13.11 <complex>
The <complex> header declares the
complex class template and specializations for the
float, double, and
long double types. It also
declares mathematical functions that work with
complex values.
| abs function template |
Computes absolute value
|
template<typename T> T abs(const complex<T>& z)
|
|
The abs function returns the absolute value (or
magnitude) of z.
See Also
polar function template, abs
function in <cmath>
| arg function template |
Computes argument (angle)
|
template<typename T> T arg(const complex<T>& z)
|
|
The arg function returns the argument (angle in
polar coordinates) of z.
See Also
polar function template
| complex class template |
Complex number template
|
template<typename T>
class complex {
public:
typedef T value_type;
complex(const T& re = T( ), const T& im = T( ));
complex(const complex& z);
template<typename X> complex(const complex<X>& z);
T real( ) const;
T imag( ) const;
complex& operator= (const T& x);
complex& operator+=(const T& x);
complex& operator-=(const T& x);
complex& operator*=(const T& x);
complex& operator/=(const T& x);
complex& operator=(const complex& z);
template<typename X>
complex& operator= (const complex<X>& z);
template<typename X>
complex& operator+=(const complex<X>& z);
template<typename X>
complex& operator-=(const complex<X>& z);
template<typename X>
complex& operator*=(const complex<X>& z);
template<typename X>
complex& operator/=(const complex<X>& z);
};
|
|
The complex class template represents a complex
number. The <complex> header specializes the
template for the float, double,
and long double types. You can
instantiate complex<> for any type that
behaves in the manner of the fundamental numeric types.

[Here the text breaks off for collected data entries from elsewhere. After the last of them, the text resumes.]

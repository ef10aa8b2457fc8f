import { describe, expect, test } from "vitest";
import {
  FARADAY_C_PER_MOL,
  ionMobility,
  ionMolarConductivity,
  limitingMolarConductivity,
  mgPerLToMeqPerL,
  mgPerLToMmolPerL,
  molarConductivity,
  sCm2ToSM2,
  transferNumbers,
} from "#app/lib/water/index.ts";

describe("Kohlrausch's law with the CRC ion table (25 °C)", () => {
  test("Λ°(NaCl) ≈ 126.4 S cm²/mol = 12.64 mS m²/mol (CRC: Na⁺ 50.08 + Cl⁻ 76.31; textbook value)", () => {
    const lambda = limitingMolarConductivity({ Na: 1, Cl: 1 });
    expect(lambda).toBeCloseTo(126.39, 10);
    expect(lambda).toBeCloseTo(126.4, 1);
    expect(sCm2ToSM2(lambda) * 1000).toBeCloseTo(12.64, 2); // mS m²/mol
  });

  test("Λ°(KCl) ≈ 149.9 S cm²/mol (Standard Methods Table 2510:I, infinite dilution; from memory)", () => {
    expect(limitingMolarConductivity({ K: 1, Cl: 1 })).toBeCloseTo(149.9, 0);
  });

  test("per mole vs per equivalent: Ca²⁺ 118.94 S cm²/mol = 2 × ½Ca²⁺ 59.47 (CRC table)", () => {
    expect(ionMolarConductivity("Ca")).toBeCloseTo(118.94, 10);
    expect(ionMolarConductivity("Ca")).toBeCloseTo(119.0, 0);
    // CaCl₂: 118.94 + 2 × 76.31 = 271.56
    expect(limitingMolarConductivity({ Ca: 1, Cl: 2 })).toBeCloseTo(271.56, 10);
  });

  test("transfer number of Cl⁻ in NaCl ≈ 0.60 (common practice; 76.31 / 126.39 = 0.6038)", () => {
    const t = transferNumbers("Na", "Cl");
    expect(t.anion).toBeCloseTo(0.6038, 4);
    expect(t.anion).toBeCloseTo(0.6, 1);
    expect(t.cation + t.anion).toBeCloseTo(1, 12);
  });

  test("mobilities u = λ/(|z|F): Na⁺ ≈ 5.19×10⁻⁸, Cl⁻ ≈ 7.91×10⁻⁸ m² V⁻¹ s⁻¹ (F = 96 485.332 C/mol)", () => {
    expect(FARADAY_C_PER_MOL).toBeCloseTo(96485.332, 3);
    expect(ionMobility("Na").m2PerVoltSecond).toBeCloseTo(5.19e-8, 10);
    expect(ionMobility("Cl").m2PerVoltSecond).toBeCloseTo(7.91e-8, 10);
    // per mole of Ca²⁺: 118.94 / (2 F) = 59.47 / F = 6.164e-4 cm² V⁻¹ s⁻¹
    expect(ionMobility("Ca").cm2PerVoltSecond).toBeCloseTo(59.47 / 96485.33212, 12);
  });

  test("molar conductivity Λ = κ/c: 0.01 mol/L KCl at 1413 µS/cm → 141.3 S cm²/mol (Standard Methods Table 2510:I lists 141.2; from memory)", () => {
    expect(molarConductivity(1413, 0.01)).toBeCloseTo(141.3, 10);
  });

  test("mg/L → mmol/L and meq/L with IUPAC atomic weights", () => {
    expect(mgPerLToMmolPerL("Ca", 40.078)).toBeCloseTo(1, 12); // Ca 40.078
    expect(mgPerLToMeqPerL("Ca", 40.078)).toBeCloseTo(2, 12);
    expect(mgPerLToMmolPerL("HCO3", 61.016)).toBeCloseTo(1, 12); // 1.008 + 12.011 + 3 × 15.999
    expect(mgPerLToMeqPerL("SO4", 96.056)).toBeCloseTo(2, 12); // 32.06 + 4 × 15.999
  });

  test("throws RangeError for unknown ions, negative amounts and swapped ions", () => {
    expect(() => limitingMolarConductivity({ Xx: 1 } as never)).toThrow(/Unknown ion/);
    expect(() => limitingMolarConductivity({ Na: -1 })).toThrow(RangeError);
    expect(() => transferNumbers("Cl", "Na")).toThrow(/not a cation/);
    expect(() => molarConductivity(100, 0)).toThrow(RangeError);
    expect(() => mgPerLToMmolPerL("Na", -2)).toThrow(RangeError);
  });
});
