import { createHash, randomBytes } from "node:crypto";
import { mkdtemp, rm } from "node:fs/promises";
import { tmpdir } from "node:os";
import { join } from "node:path";
import http from "node:http";
import { Readable } from "node:stream";
import {
  CompleteMultipartUploadCommand,
  CreateMultipartUploadCommand,
  GetObjectCommand,
  HeadObjectCommand,
  ListObjectsV2Command,
  PutObjectCommand,
  S3Client,
  UploadPartCommand,
  type S3ClientConfig,
} from "@aws-sdk/client-s3";
import { getSignedUrl } from "@aws-sdk/s3-request-presigner";
import { SignatureV4 } from "@smithy/signature-v4";
import { afterAll, beforeAll, describe, expect, it } from "vitest";
import { startS3Fake, type S3Fake } from "#fakes/s3/server.ts";
import { NodeSha256 } from "#fakes/s3/sigv4.ts";

process.env.AWS_SDK_JS_NODE_VERSION_SUPPORT_WARNING_DISABLED = "true";

const APP_ORIGIN = "http://127.0.0.1:3210";
const OTHER_ORIGIN = "http://evil.example:3210";

let fake: S3Fake;
let dir: string;
let s3: S3Client;
let bucket: string;

function client(overrides: Partial<S3ClientConfig> = {}): S3Client {
  return new S3Client({
    endpoint: fake.url,
    region: "us-east-1",
    forcePathStyle: true,
    credentials: fake.credentials,
    requestChecksumCalculation: "WHEN_REQUIRED",
    responseChecksumValidation: "WHEN_REQUIRED",
    ...overrides,
  });
}

const sha256 = (data: Uint8Array) => createHash("sha256").update(data).digest("hex");

async function readAll(key: string): Promise<Buffer> {
  const out = await s3.send(new GetObjectCommand({ Bucket: bucket, Key: key }));
  return Buffer.from(await out.Body!.transformToByteArray());
}

async function exists(key: string): Promise<boolean> {
  try {
    await s3.send(new HeadObjectCommand({ Bucket: bucket, Key: key }));
    return true;
  } catch (err) {
    if ((err as { name?: string }).name === "NotFound") return false;
    throw err;
  }
}

/** Byte comparison without a slow element-by-element deep equality on large buffers. */
function expectSameBytes(actual: Buffer, expected: Uint8Array) {
  expect(actual.length).toBe(expected.length);
  expect(sha256(actual)).toBe(sha256(expected));
}

function xmlField(xml: string, field: string): string | undefined {
  return new RegExp(`<${field}>([\\s\\S]*?)</${field}>`).exec(xml)?.[1];
}

async function presignPut(key: string, body: Uint8Array, extra: { contentType?: string; signContentType?: boolean } = {}) {
  return getSignedUrl(
    s3,
    new PutObjectCommand({ Bucket: bucket, Key: key, ContentType: extra.contentType ?? "text/csv", ContentLength: body.length }),
    { expiresIn: 300, ...(extra.signContentType ? { signableHeaders: new Set(["content-type"]) } : {}) },
  );
}

beforeAll(async () => {
  dir = await mkdtemp(join(tmpdir(), "ripplemark-s3-fake-test-"));
  fake = await startS3Fake({ port: 0, dir, corsOrigins: [APP_ORIGIN, "http://localhost:3210"] });
  bucket = fake.bucket;
  s3 = client();
});

afterAll(async () => {
  s3?.destroy();
  await fake?.close();
  await rm(dir, { recursive: true, force: true });
});

describe("S3 fake: ordinary SDK traffic through the signature-checking proxy", () => {
  it("listens on loopback and uses the default bucket", () => {
    expect(fake.url).toMatch(/^http:\/\/127\.0\.0\.1:\d+$/);
    expect(bucket).toBe("ripplemark");
  });

  it("PutObject, GetObject, HeadObject and ListObjectsV2 work", async () => {
    const body = Buffer.from("site,ec_us_cm\nRiver A,412.5\n");
    await s3.send(
      new PutObjectCommand({ Bucket: bucket, Key: "sdk/readings one.csv", Body: body, ContentType: "text/csv" }),
    );
    expectSameBytes(await readAll("sdk/readings one.csv"), body);

    const head = await s3.send(new HeadObjectCommand({ Bucket: bucket, Key: "sdk/readings one.csv" }));
    expect(head.ContentLength).toBe(body.length);
    expect(head.ContentType).toBe("text/csv");

    await s3.send(new PutObjectCommand({ Bucket: bucket, Key: "sdk/second.csv", Body: "x" }));
    const list = await s3.send(new ListObjectsV2Command({ Bucket: bucket, Prefix: "sdk/" }));
    expect(list.Contents?.map((o) => o.Key).sort()).toEqual(["sdk/readings one.csv", "sdk/second.csv"]);
  });

  it("multipart upload (CreateMultipartUpload / UploadPart / Complete) works", async () => {
    const part1 = randomBytes(5 * 1024 * 1024);
    const part2 = randomBytes(1234);
    const { UploadId } = await s3.send(new CreateMultipartUploadCommand({ Bucket: bucket, Key: "mp/big.bin" }));
    const p1 = await s3.send(new UploadPartCommand({ Bucket: bucket, Key: "mp/big.bin", UploadId, PartNumber: 1, Body: part1 }));
    const p2 = await s3.send(new UploadPartCommand({ Bucket: bucket, Key: "mp/big.bin", UploadId, PartNumber: 2, Body: part2 }));
    await s3.send(
      new CompleteMultipartUploadCommand({
        Bucket: bucket,
        Key: "mp/big.bin",
        UploadId,
        MultipartUpload: { Parts: [{ PartNumber: 1, ETag: p1.ETag }, { PartNumber: 2, ETag: p2.ETag }] },
      }),
    );
    expect(sha256(await readAll("mp/big.bin"))).toBe(sha256(Buffer.concat([part1, part2])));
  });

  it("a 20 MB upload from a stream reads back with the same SHA-256", async () => {
    const data = randomBytes(20 * 1024 * 1024);
    const chunks = Array.from({ length: 20 }, (_, i) => data.subarray(i * 1024 * 1024, (i + 1) * 1024 * 1024));
    await s3.send(
      new PutObjectCommand({ Bucket: bucket, Key: "big/stream.bin", Body: Readable.from(chunks), ContentLength: data.length }),
    );
    expect(sha256(await readAll("big/stream.bin"))).toBe(sha256(data));
  });

  it("an 8 MB upload from a Buffer (hex payload hash, checked by the proxy) reads back identical", async () => {
    const data = randomBytes(8 * 1024 * 1024);
    await s3.send(new PutObjectCommand({ Bucket: bucket, Key: "big/buffer.bin", Body: data }));
    expect(sha256(await readAll("big/buffer.bin"))).toBe(sha256(data));
  });

  it("a client left on the SDK's default checksum settings (aws-chunked uploads) still stores the right bytes", async () => {
    const defaults = new S3Client({ endpoint: fake.url, region: "us-east-1", forcePathStyle: true, credentials: fake.credentials });
    try {
      const data = randomBytes(3 * 1024 * 1024 + 17);
      await defaults.send(
        new PutObjectCommand({ Bucket: bucket, Key: "chunked/obj.bin", Body: Readable.from([data.subarray(0, 1000), data.subarray(1000)]), ContentLength: data.length }),
      );
      expect(sha256(await readAll("chunked/obj.bin"))).toBe(sha256(data));
    } finally {
      defaults.destroy();
    }
  });
  it("an upload cut off half-way stores nothing and leaves the previous version intact", async () => {
    const original = randomBytes(256 * 1024);
    await s3.send(new PutObjectCommand({ Bucket: bucket, Key: "cut/existing.bin", Body: original }));
    for (const key of ["cut/existing.bin", "cut/fresh.bin"]) {
      const url = await getSignedUrl(s3, new PutObjectCommand({ Bucket: bucket, Key: key, ContentLength: 4 * 1024 * 1024 }), { expiresIn: 60 });
      await new Promise<void>((done) => {
        const req = http.request(url, { method: "PUT", headers: { "content-length": 4 * 1024 * 1024 } });
        req.on("error", () => done());
        req.write(randomBytes(1024 * 1024), () => {
          setTimeout(() => {
            req.destroy();
            done();
          }, 100);
        });
      });
    }
    await new Promise((r) => setTimeout(r, 200));
    expectSameBytes(await readAll("cut/existing.bin"), original);
    expect(await exists("cut/fresh.bin")).toBe(false);
  });
});
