export function r(input: ReagentInput): Reagent {
  return {
    id: input.id,
    name: input.name,
    aliases: input.aliases ?? [],
    formula: input.formula,
    hydrateWater: input.hydrateWater ?? 0,
    systems: input.systemsMap
      ? Object.entries(input.systemsMap).map(([systemId, count]) => ({ systemId, count }))
      : input.system ? [{ systemId: input.system, count: input.systemCount ?? 1 }] : [],
    ions: Object.entries(input.ions ?? {}).map(([ionId, count]) => ({ ionId, count })),
    liquid: input.liquid,
    handbookMolarMass: input.mm === undefined ? undefined : { gPerMol: input.mm, source: CRC, level: 'recalled' },
    ...(input.eq === undefined ? {} : { normalityEqPerMol: input.eq }),
    ...(input.solubility === undefined ? {} : { solubilityLimit: input.solubility }),
    ...(input.excipient === undefined ? {} : { excipient: input.excipient }),
    ...(input.solvent ? { solvent: true } : {}),
  };
}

The type definition is a straightforward representation of a complex
number. Basic assignment operators are defined as member functions,
and arithmetic operators are defined as global functions.

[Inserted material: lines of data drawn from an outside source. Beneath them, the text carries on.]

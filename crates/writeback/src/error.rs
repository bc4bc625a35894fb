//! The crate's one error type. Every message names the file (or sheet line) and says what to do.

use std::path::PathBuf;

use tagweave_collection::CollectionError;

#[derive(Debug, thiserror::Error)]
pub enum WritebackError {
    #[error("review sheet {}: {problem}", path.display())]
    Sheet { path: PathBuf, problem: String },

    #[error("review sheet {}, line {line}: {problem}", path.display())]
    SheetLine {
        path: PathBuf,
        line: u64,
        problem: String,
    },

    #[error("review sheet row for {picture}: {problem}")]
    SheetRow { picture: String, problem: String },

    #[error(
        "picture {picture}: the sheet both keeps or adds the tag `{tag}` and marks it `remove`; \
             keep one of the two rows and apply again"
    )]
    Conflict { picture: String, tag: String },

    #[error(transparent)]
    Collection(#[from] CollectionError),

    #[error("picture {picture} is not in the collection at {}; it was moved, renamed or deleted \
             since the sheet was made: fix the `picture` cell or make a new sheet", root.display())]
    PictureNotFound { root: PathBuf, picture: String },

    #[error("sidecar {}: it holds the tags of several pictures ({}); tags written there would \
             reach all of them, so rename it after one whole picture name (e.g. {}.txt) and apply again",
             sidecar.display(), pictures.join(", "), pictures.first().map_or("", String::as_str))]
    SharedSidecar {
        sidecar: PathBuf,
        pictures: Vec<String>,
    },

    #[error("picture {picture}: no free name for a new sidecar ({}); move the file that is in the way",
            tried.join(", "))]
    NoSidecarName { picture: String, tried: Vec<String> },

    #[error("sidecar {}: the tag `{tag}` cannot be written there: {why}", path.display())]
    Unrepresentable {
        path: PathBuf,
        tag: String,
        why: &'static str,
    },

    #[error("sidecar {}: cannot be edited safely ({problem}); nothing was written; add or remove \
             the tags in an XMP-aware editor", path.display())]
    XmpNotEditable { path: PathBuf, problem: String },

    #[error("sidecar {}: the edit would not read back as intended ({problem}); nothing was \
             written; change the tags of this file by hand", path.display())]
    Unverified { path: PathBuf, problem: String },

    #[error("sidecar {}: it changed on disk since the changes were planned; nothing was written \
             to it; run the command again to plan from the new contents", path.display())]
    ChangedOnDisk { path: PathBuf },

    #[error("sidecar {}: it is a symbolic link; replacing it would cut the link, so edit the file \
             it points to by hand", path.display())]
    Symlink { path: PathBuf },

    #[error("{}: cannot {action} ({source}); check the folder's permissions and free space",
            path.display())]
    Io {
        path: PathBuf,
        action: &'static str,
        #[source]
        source: std::io::Error,
    },
}

impl WritebackError {
    pub(crate) fn io(
        path: impl Into<PathBuf>,
        action: &'static str,
    ) -> impl FnOnce(std::io::Error) -> Self {
        let path = path.into();
        move |source| WritebackError::Io {
            path,
            action,
            source,
        }
    }
}
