//! The collection's own spelling of each tag, so a tag written back reads like the ones the
//! cataloguer wrote (`Sea`, `naïve art`) rather than the index's normalised form (`sea`,
//! `naïve-art`).
//!
//! Counted over the sidecars of the collection: each picture counts once for each spelling
//! its sidecars hold (a text and an XMP sidecar of one picture, kept in step, are one use, not
//! two). The spelling used by most pictures wins; a tie goes to the smallest spelling in code
//! point order, so the choice never depends on the order of a crawl. Spellings that would be
//! refused when written (a control character, a character that shows as something it is not)
//! are not counted.

use std::collections::{BTreeMap, HashMap, HashSet};

use tagweave_collection::{misleading_char, normalize_tag};

/// Raw spellings seen per normalised tag, with the number of pictures using each.
#[derive(Debug, Default, Clone, PartialEq, Eq)]
pub struct Spellings {
    uses: HashMap<String, BTreeMap<String, usize>>,
}

impl Spellings {
    /// Counts the spellings of one picture (all its sidecars together).
    pub fn add_picture<'a>(&mut self, spellings: impl IntoIterator<Item = &'a str>) {
        let mut seen: HashSet<&str> = HashSet::new();
        for spelling in spellings {
            let spelling = spelling.trim();
            let writable =
                !spelling.chars().any(char::is_control) && misleading_char(spelling).is_none();
            if !writable || !seen.insert(spelling) {
                continue;
            }
            if let Some(normal) = normalize_tag(spelling) {
                *self
                    .uses
                    .entry(normal)
                    .or_default()
                    .entry(spelling.to_string())
                    .or_default() += 1;
            }
        }
    }

    /// The spelling most pictures use for the normalised tag `normal` (ties: the smallest in
    /// code point order), or `None` when no sidecar of the collection spells it.
    pub fn preferred(&self, normal: &str) -> Option<&str> {
        let uses = self.uses.get(normal)?;
        // BTreeMap iterates smallest first; `max_by_key` keeps the last maximum, so compare
        // counts and prefer the earlier spelling by reversing on ties.
        uses.iter()
            .max_by(|(a, ca), (b, cb)| ca.cmp(cb).then_with(|| b.cmp(a)))
            .map(|(spelling, _)| spelling.as_str())
    }

    /// The spelling to write for a tag a person accepted or typed as `typed`: the
    /// collection's own when it spells the tag at all (whatever case or spacing the sheet
    /// used), otherwise the person's typing, trimmed. `None` when `typed` is no tag.
    pub fn to_write(&self, typed: &str) -> Option<(String, String)> {
        let typed = typed.trim();
        let normal = normalize_tag(typed)?;
        let spelling = self.preferred(&normal).unwrap_or(typed).to_string();
        Some((normal, spelling))
    }
}

#[cfg(test)]
mod tests {
    use super::*;

    #[test]
    fn most_used_spelling_wins_and_ties_go_to_the_smallest() {
        let mut spellings = Spellings::default();
        spellings.add_picture(["Sea", "  Boats ", "naïve art"]);
        spellings.add_picture(["sea", "Boats"]);
        spellings.add_picture(["Sea", "SEA", "Sea"]);
        // Sea: 2 pictures, sea: 1, SEA: 1 (one picture's repeats count once).
        assert_eq!(spellings.preferred("sea"), Some("Sea"));
        assert_eq!(spellings.preferred("boats"), Some("Boats"));
        assert_eq!(spellings.preferred("naïve-art"), Some("naïve art"));
        assert_eq!(spellings.preferred("harbour"), None);

        let mut tie = Spellings::default();
        tie.add_picture(["sea"]);
        tie.add_picture(["Sea"]);
        tie.add_picture(["SEA"]);
        // by hand: "SEA" < "Sea" < "sea" in code point order (S = U+0053, e = U+0065).
        assert_eq!(tie.preferred("sea"), Some("SEA"));
        let mut reversed = Spellings::default();
        reversed.add_picture(["SEA"]);
        reversed.add_picture(["Sea"]);
        reversed.add_picture(["sea"]);
        assert_eq!(
            reversed, tie,
            "the order pictures are counted in does not matter"
        );
    }

    #[test]
    fn the_collection_spelling_wins_over_the_typed_one_for_known_tags() {
        let mut spellings = Spellings::default();
        spellings.add_picture(["naïve art", "Sea"]);
        let write = |typed: &str| spellings.to_write(typed);
        assert_eq!(write("sea"), Some(("sea".into(), "Sea".into())));
        assert_eq!(write(" SEA "), Some(("sea".into(), "Sea".into())));
        assert_eq!(
            write("naïve-art"),
            Some(("naïve-art".into(), "naïve art".into()))
        );
        // A tag the collection never spelled keeps the person's typing.
        assert_eq!(
            write(" Old Town "),
            Some(("old-town".into(), "Old Town".into()))
        );
        // `naive` without the diaeresis is another tag to the normaliser.
        assert_eq!(
            write("naive-art"),
            Some(("naive-art".into(), "naive-art".into()))
        );
        assert_eq!(write("   "), None);
    }

    #[test]
    fn spellings_that_could_not_be_written_are_not_counted() {
        let mut spellings = Spellings::default();
        spellings.add_picture(["Sea\u{202E}", "Sea\u{0007}"]);
        spellings.add_picture(["sea"]);
        assert_eq!(spellings.preferred("sea"), Some("sea"));
        for refused in ["Sea\u{202E}", "Sea\u{0007}"] {
            let normal = normalize_tag(refused).unwrap();
            assert_eq!(spellings.preferred(&normal), None, "{refused:?}");
        }
    }
}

- template<typename X> complex(const complex<X>& z)
-
Constructs a complex<T> object by copying
the members from z. Effectively, this converts a
complex object instantiated for one type to a
complex object of another type.
- T real( ) const
-
Returns the real part of *this.
- T imag( ) const
-
Returns the imaginary part of *this.
- complex& operator=(const T& x)
-
Assigns x to the real part of
*this and 0 to the imaginary
part. Returns *this.
- complex& operator+=(const T& x)
-
Adds x to the real part of
*this, leaving the imaginary part alone. Returns
*this.
- complex& operator-=(const T& x)
-
Subtracts x from the real part of
*this, leaving the imaginary part alone. Returns
*this.
- complex& operator*=(const T& x)
-
Multiplies the real and imaginary parts of *this
by x. Returns *this.
- complex& operator/=(const T& x)
-
Divides the real and imaginary parts of *this by
x. Returns *this.
- complex& operator=(const complex& z)
-
Assigns the real and imaginary parts of z to
*this. Returns *this.
- template<typename X> complex& operator=(const complex<X>& z)
-
Assigns the real and imaginary parts of z to
*this. Returns *this. Note that
z and *this can have different
template parameter types.
- template<typename X> complex& operator+=(const complex<X>& z)
-
Adds z to *this. Returns
*this. Note that z and
*this can have different template parameter types.
- template<typename X> complex& operator-=(const complex<X>& z)
-
Subtracts z from *this. Returns
*this. Note that z and
*this can have different template parameter types.
- template<typename X> complex& operator*=(const complex<X>& z)
-
Multiplies *this by z. Returns
*this. Note that z and
*this can have different template parameter types.
- template<typename X> complex& operator/=(const complex<X>& z)
-
Divides *this by z. Returns
*this. Note that z and
*this can have different template parameter types.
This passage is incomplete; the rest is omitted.